Fig. 1 is a side view of the dehydrating washing machine, Fig. 2 is a partially cutaway front view of the dehydrating/drying washing machine, Fig. 3 is a partial perspective view showing an enlarged view of the bearing section of the inner tank, and Fig. 4 is the same as that of the bearing section. FIG. 5 is a perspective view of the inner tank, FIG. 6 is a perspective view of the inner tank with the lid removed from the washing article opening, and FIG. 7 is an enlarged view of the stepped portion of the hemispherical member. FIG. 8 is a partial cross-sectional view showing the support structure of the inner shaft part for the bearing part of the inner tank,
Fig. 9 is a partial sectional view showing the structure of the interior locking assembly, Fig. 10 is a partial sectional view showing the screw fastening structure at the ridges of the inner tank, and Fig. 11 is a partial sectional view showing the structure between the ridges of the inner tank. FIG. 12 is a partially enlarged sectional view showing the state of formation of small holes in the peripheral wall of the inner tank. FIG. 13 is a time chart showing an outline of the operation. In the figure, 15 is an outer tank, 26 is an inner tank that constitutes a support, and 41
is an inner tank, 42a and 42b are substantially hemispherical members, 54 is a small hole, 68 is an annular step, 69 is a wave wheel, 75 is a motor for driving the seed part, 92 is a drive gear, and 99 is a washing drive means. and a first drive mechanism that constitutes a drying drive means; 100 is a drive mechanism that constitutes a dehydration drive means;

Claims (1)

[Claims] 1. An outer tank (15), a support (26) rotatably supported within the outer tank (15) around a vertical axis (Y-Y), and a support (26) for the support ( 26
), an inner tank (41) rotatably supported around a horizontal axis (X-X) or an inclined axis tilted at a predetermined angle with respect to the horizontal axis, and having a large number of small holes (54) transparent in the peripheral wall; The outer tank (15) is arranged so that the water level reaches the inside of the inner tank (41).

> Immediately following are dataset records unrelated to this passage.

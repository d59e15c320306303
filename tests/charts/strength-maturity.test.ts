import { describe, it, expect } from "vitest";
import { strengthMaturityChart } from "../../lib/charts/strength-maturity";

describe("strength and maturity chart", () => {
  it("joins strength and equivalent age on time, leaving empty cells where one side is missing", () => {
    const chart = strengthMaturityChart(
      [
        { timeH: 24, coreMPa: 12, surfaceMPa: 8 },
        { timeH: 48, coreMPa: 20, surfaceMPa: 15 },
      ],
      [
        { timeH: 48, coreEquivalentAgeH: 90, surfaceEquivalentAgeH: 52 },
        { timeH: 72, coreEquivalentAgeH: 130, surfaceEquivalentAgeH: 76 },
      ],
    );
    expect(chart.rows).toEqual([
      { timeH: 24, coreMPa: 12, surfaceMPa: 8, coreAgeH: null, surfaceAgeH: null },
      { timeH: 48, coreMPa: 20, surfaceMPa: 15, coreAgeH: 90, surfaceAgeH: 52 },
      { timeH: 72, coreMPa: null, surfaceMPa: null, coreAgeH: 130, surfaceAgeH: 76 },
    ]);
  });

  it("reads strength on the left axis in MPa and equivalent age on the right in hours, with targets as lines", () => {
    const chart = strengthMaturityChart([], [], [{ label: "Striking 10 MPa", strengthMPa: 10 }]);
    expect(chart.yLeft.unit).toBe("MPa");
    expect(chart.yRight?.unit).toBe("h");
    expect(chart.series.filter((s) => s.axis === "right").map((s) => s.unit)).toEqual(["h", "h"]);
    expect(chart.thresholds).toEqual([{ label: "Striking 10 MPa", value: 10, unit: "MPa", axis: "left" }]);
  });
});
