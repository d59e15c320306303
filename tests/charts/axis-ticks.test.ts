import { describe, it, expect } from "vitest";
import { formatTick, xAxisTicks } from "../../lib/charts/axis-ticks";
import type { ChartData } from "../../lib/charts/chart-data";

const chart = (xs: number[], scale: ChartData["x"]["scale"], unit: string): ChartData => ({
  id: "c",
  title: "c",
  kind: "line",
  x: { key: "x", label: "x", unit, scale },
  yLeft: { label: "y", unit: "" },
  series: [],
  rows: xs.map((x) => ({ x })),
  thresholds: [],
});

describe("tick labels", () => {
  it("keep at most four significant digits (the timeline printed 0.45742083098942177)", () => {
    expect(formatTick(0.45742083098942177)).toBe("0.4574");
    expect(formatTick(55.12775401198385)).toBe("55.13");
    expect(formatTick(3650)).toBe("3650");
    expect(formatTick(0)).toBe("0");
    expect(formatTick(2.5e-5)).toBe("2.5e-5");
  });
});

describe("x axis ticks", () => {
  it("sit at the powers of ten within the data on a logarithmic age axis from one hour to ten years", () => {
    expect(xAxisTicks(chart([1 / 24, 1, 28, 3650], "log", "d"))).toEqual([0.1, 1, 10, 100, 1000]);
    expect(xAxisTicks(chart([2, 5], "log", "d"))).toBeUndefined(); // no two decades inside: left to the library
  });

  it("sit at whole days on an axis in hours longer than three days, at most about ten of them", () => {
    expect(xAxisTicks(chart([0, 84, 168], "linear", "h"))).toEqual([0, 24, 48, 72, 96, 120, 144, 168]);
    const month = xAxisTicks(chart([0, 720], "linear", "h"))!;
    expect(month.length).toBeLessThanOrEqual(11);
    expect(month.every((t) => t % 24 === 0)).toBe(true);
  });

  it("are left to the drawing library otherwise", () => {
    expect(xAxisTicks(chart([0, 48], "linear", "h"))).toBeUndefined();
    expect(xAxisTicks(chart([0, 1], "linear", "mol CO2 per 100 g binder"))).toBeUndefined();
    expect(xAxisTicks(chart([], "log", "d"))).toBeUndefined();
  });
});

) and with the items to be washed stored in the inner tank (41), move the inner tank (41) along the horizontal axis (X-
X) or a washing driving means (99) for washing by rotating around an inclined axis; and a support (26) placed in the inner tank with the items to be washed stored in the inner tank (41); (41) and a dewatering drive means (100) that performs dehydration by rotating at high speed around the vertical axis (Y-Y) integrally with the inner tank (41), and the inner tank (41) is a plane orthogonal to the rotation axis. A pair of substantially hemispherical members (42a, 42b
) are connected to each other at their opposing edges, and the outer periphery of one member (42a) has an annular step portion (6
8), and the stepped portion (68) has a wave gear (69) that meshes with the drive gear (92) connected to the motor (75).
), and both gears (92) are driven by the motor (75).
, 69), the inner tank (41) is rotated through the engagement of the dehydrating washing machine.